Exercise input —
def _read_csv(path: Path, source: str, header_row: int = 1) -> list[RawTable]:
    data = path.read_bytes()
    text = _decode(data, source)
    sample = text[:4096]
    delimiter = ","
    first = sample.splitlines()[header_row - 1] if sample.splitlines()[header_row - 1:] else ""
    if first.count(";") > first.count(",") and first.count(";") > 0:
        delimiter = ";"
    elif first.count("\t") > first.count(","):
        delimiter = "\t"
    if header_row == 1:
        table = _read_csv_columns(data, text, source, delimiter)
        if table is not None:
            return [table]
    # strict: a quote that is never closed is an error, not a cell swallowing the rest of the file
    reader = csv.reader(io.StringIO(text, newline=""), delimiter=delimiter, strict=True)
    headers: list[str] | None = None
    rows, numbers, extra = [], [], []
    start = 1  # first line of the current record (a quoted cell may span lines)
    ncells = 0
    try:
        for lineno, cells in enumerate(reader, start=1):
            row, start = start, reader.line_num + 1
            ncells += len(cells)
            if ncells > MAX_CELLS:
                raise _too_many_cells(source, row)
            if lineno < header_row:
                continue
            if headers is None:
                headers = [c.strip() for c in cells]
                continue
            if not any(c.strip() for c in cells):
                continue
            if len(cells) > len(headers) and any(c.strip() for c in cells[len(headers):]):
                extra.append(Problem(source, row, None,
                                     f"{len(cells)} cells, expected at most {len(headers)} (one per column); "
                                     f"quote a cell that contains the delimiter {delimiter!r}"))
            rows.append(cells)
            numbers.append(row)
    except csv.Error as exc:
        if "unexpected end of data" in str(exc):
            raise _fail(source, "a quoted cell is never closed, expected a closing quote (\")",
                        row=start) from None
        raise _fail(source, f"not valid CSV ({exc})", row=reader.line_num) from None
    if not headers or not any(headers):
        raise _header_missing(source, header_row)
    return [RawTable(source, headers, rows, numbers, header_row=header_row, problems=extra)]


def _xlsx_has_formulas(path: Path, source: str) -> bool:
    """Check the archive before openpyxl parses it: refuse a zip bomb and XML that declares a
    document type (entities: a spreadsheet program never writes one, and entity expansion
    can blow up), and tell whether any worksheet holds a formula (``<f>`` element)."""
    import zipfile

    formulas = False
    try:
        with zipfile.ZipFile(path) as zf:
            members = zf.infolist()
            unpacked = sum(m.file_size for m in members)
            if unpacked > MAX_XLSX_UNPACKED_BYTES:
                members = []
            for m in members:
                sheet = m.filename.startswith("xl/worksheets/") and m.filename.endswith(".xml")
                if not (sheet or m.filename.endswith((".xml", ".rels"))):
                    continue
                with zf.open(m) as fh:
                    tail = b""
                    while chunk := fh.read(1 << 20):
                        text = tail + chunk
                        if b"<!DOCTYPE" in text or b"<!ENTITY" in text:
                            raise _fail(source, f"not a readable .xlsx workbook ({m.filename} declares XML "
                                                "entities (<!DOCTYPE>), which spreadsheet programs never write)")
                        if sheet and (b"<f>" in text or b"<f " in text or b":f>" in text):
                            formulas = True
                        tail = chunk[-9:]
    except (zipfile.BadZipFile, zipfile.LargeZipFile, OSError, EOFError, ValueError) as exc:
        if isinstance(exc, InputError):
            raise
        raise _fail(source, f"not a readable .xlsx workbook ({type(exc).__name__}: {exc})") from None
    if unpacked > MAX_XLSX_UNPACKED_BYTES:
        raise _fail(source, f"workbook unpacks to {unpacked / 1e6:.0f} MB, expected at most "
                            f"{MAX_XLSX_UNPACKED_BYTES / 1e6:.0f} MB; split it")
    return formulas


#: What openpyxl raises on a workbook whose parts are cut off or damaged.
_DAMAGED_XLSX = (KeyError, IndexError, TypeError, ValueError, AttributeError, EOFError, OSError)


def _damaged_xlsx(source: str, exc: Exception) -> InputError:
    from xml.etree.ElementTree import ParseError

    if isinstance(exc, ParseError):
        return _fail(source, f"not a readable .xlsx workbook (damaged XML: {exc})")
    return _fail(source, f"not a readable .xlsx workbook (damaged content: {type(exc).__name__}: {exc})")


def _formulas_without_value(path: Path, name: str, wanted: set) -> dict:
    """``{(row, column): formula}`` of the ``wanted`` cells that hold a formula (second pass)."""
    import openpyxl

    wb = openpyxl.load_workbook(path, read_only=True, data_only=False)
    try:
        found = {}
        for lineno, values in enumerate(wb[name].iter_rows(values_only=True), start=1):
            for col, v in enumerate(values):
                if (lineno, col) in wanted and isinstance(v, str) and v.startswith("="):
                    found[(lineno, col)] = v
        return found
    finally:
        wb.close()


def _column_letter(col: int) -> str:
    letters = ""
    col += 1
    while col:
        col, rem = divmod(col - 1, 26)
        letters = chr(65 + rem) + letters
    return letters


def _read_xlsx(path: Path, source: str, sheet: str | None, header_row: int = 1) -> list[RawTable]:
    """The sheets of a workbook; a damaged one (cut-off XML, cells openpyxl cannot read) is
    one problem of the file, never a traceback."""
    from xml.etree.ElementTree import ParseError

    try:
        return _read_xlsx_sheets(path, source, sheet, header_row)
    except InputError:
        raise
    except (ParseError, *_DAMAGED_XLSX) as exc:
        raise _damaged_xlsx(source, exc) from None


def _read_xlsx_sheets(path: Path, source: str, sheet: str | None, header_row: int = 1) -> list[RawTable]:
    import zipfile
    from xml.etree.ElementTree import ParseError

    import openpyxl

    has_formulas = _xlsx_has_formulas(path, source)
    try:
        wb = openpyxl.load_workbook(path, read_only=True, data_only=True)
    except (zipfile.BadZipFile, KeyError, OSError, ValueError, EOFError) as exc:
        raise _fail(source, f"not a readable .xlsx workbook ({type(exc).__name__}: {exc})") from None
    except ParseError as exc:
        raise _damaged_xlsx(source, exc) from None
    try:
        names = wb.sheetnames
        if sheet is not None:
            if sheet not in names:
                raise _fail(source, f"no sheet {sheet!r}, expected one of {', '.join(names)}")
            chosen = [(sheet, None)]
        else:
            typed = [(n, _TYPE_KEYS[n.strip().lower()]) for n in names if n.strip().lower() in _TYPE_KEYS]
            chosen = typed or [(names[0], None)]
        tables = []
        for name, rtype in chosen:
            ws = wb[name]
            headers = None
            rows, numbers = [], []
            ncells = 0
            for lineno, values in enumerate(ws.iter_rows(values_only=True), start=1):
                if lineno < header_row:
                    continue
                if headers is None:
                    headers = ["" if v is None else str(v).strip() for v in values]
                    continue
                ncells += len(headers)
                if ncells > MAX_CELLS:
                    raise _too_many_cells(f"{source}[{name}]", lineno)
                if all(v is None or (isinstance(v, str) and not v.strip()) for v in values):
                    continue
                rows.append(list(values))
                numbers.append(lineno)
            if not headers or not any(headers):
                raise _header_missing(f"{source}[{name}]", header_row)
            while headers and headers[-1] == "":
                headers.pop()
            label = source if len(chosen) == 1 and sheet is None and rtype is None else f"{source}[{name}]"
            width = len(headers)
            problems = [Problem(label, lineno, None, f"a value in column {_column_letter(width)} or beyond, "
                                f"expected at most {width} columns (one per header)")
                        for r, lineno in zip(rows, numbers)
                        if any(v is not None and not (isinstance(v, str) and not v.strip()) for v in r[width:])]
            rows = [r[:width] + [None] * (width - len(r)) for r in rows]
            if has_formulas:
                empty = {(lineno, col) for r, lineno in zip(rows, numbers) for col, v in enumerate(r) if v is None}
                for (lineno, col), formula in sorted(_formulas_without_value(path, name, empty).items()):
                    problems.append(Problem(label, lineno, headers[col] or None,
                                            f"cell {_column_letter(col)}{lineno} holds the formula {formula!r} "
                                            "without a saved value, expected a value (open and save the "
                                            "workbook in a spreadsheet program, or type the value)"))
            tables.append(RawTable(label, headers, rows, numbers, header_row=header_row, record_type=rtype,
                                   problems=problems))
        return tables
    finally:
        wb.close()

Your task — Look through the listing and extract every line with "enumerate" in it.

Completed task —
        for lineno, cells in enumerate(reader, start=1):
        for lineno, values in enumerate(wb[name].iter_rows(values_only=True), start=1):
            for col, v in enumerate(values):
            for lineno, values in enumerate(ws.iter_rows(values_only=True), start=1):
                empty = {(lineno, col) for r, lineno in zip(rows, numbers) for col, v in enumerate(r) if v is None}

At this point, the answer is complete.